A Virgil no le había resultado muy difícil decidir si denunciaba o no denunciaba a su madre ante la policía. Lo más difícil para él había sido decidir si se lo decía o no se lo decía a Laurel. Y seguía siéndolo. No quería poner sobre sus hombros otra carga emocional. Tal vez fuera mucho más fácil para ellos dos dejar el pasado en el pasado ahora que Ellen había muerto. No había ningún manual sobre cómo actuar en caso de tener una madre egoísta, mentirosa y asesina. Ellen siempre tuvo una voz muy dulce, y era muy guapa. Tratar con ella era muy desconcertante. ¿Deberían comprender la desesperación que la había hecho recurrir al asesinato? ¿Deberían achacar su comportamiento a los meses de locura, y después, al miedo que debía de causarle la idea de intentar arreglar lo que había hecho tan mal?

Peyton se puso en pie.

—Entonces, ¿qué vas a hacer?

—Quizá se lo diga más adelante. Cuando tengamos la oportunidad de estar juntos.

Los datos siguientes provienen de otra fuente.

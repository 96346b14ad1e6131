// SPDX-License-Identifier: GPL-3.0-or-later
#pragma once

#include <cstddef>
#include <vector>

namespace evenstroke::drift {

/// One sigma of a quantity on this engine: the catalogue's figure, taken over by the engine's own.
///
/// Successive differences leave slow changes out; their median leaves typing errors out. A difference has
/// twice the variance of a value. The catalogue's figure counts like `prior_weight` differences.
class NoiseEstimate
{
public:
    NoiseEstimate(double prior, double prior_weight) : prior_(prior), weight_(prior_weight), value_(prior) {}

    /// @param steady both readings were; differences of unsteady ones count only where most are such, because
    /// then it is the catalogue's figure that does not fit this ship
    void add_difference(double difference, bool steady);
    /// Takes what has come in since into account. Between renewals the value stands still, so that two
    /// readings in a row are judged by one measure.
    void renew();
    double value() const { return value_; }

private:
    /// Sorted up to `sorted`, so that a renewal costs one merging.
    struct Differences
    {
        std::vector<double> values;
        std::size_t sorted = 0;
        void sort();
    };
    double prior_, weight_, value_;
    Differences steady_, unsteady_;
};

/// Prior sigma of a value against the mean of the others: their mean has noise of its own, the 10 % over
/// 1 / (N - 1) is for the pulling in (common_mode).
double noise_against_others(double noise, std::size_t cylinders);

} // namespace evenstroke::drift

—Estoy hablando de La Banda.

Él frunció los labios, se inclinó hacia atrás en la silla y dijo algo que llevaba pensando desde que se había enterado del asesinato de Ellen y de lo que significaba.

—Voy a llamar a Horse.

Su esposa lo miró fijamente.

—No lo dirás en serio.

—Tengo que hacer algo.

—¿Y eso es lo mejor que se te ha ocurrido? ¿Qué demonios vas a decirle?

—Mamá, ¿qué pasa?

Brady estaba junto a la puerta, con el ceño fruncido por la tensión que percibía. No estaba acostumbrado a ver a sus padres enfrentados.

—Nada, cariño —dijo ella.

Sin embargo, el hecho de que ni siquiera se volviera a mirar a su hijo le dio a entender a Virgil que estaba completamente concentrada en su conversación. Y él entendía por qué. Llamar a Horse era correr un riesgo muy grande. Sin embargo, quedarse de brazos cruzados podía ser incluso peor.

Brady vio a su padre y se acercó. Como Peyton no podía tomarlo en brazos, fue Virgil quien lo hizo, y se lo sentó en el regazo, donde su mujer había estado sentada segundos antes.

—Papá, ¿podemos ir a lanzar la pelota de béisbol?

—Dentro de un minuto, cariño —dijo él. Por el momento, Peyton lo tenía paralizado con una mirada de desaprobación.

—Te he hecho una pregunta —le recordó ella.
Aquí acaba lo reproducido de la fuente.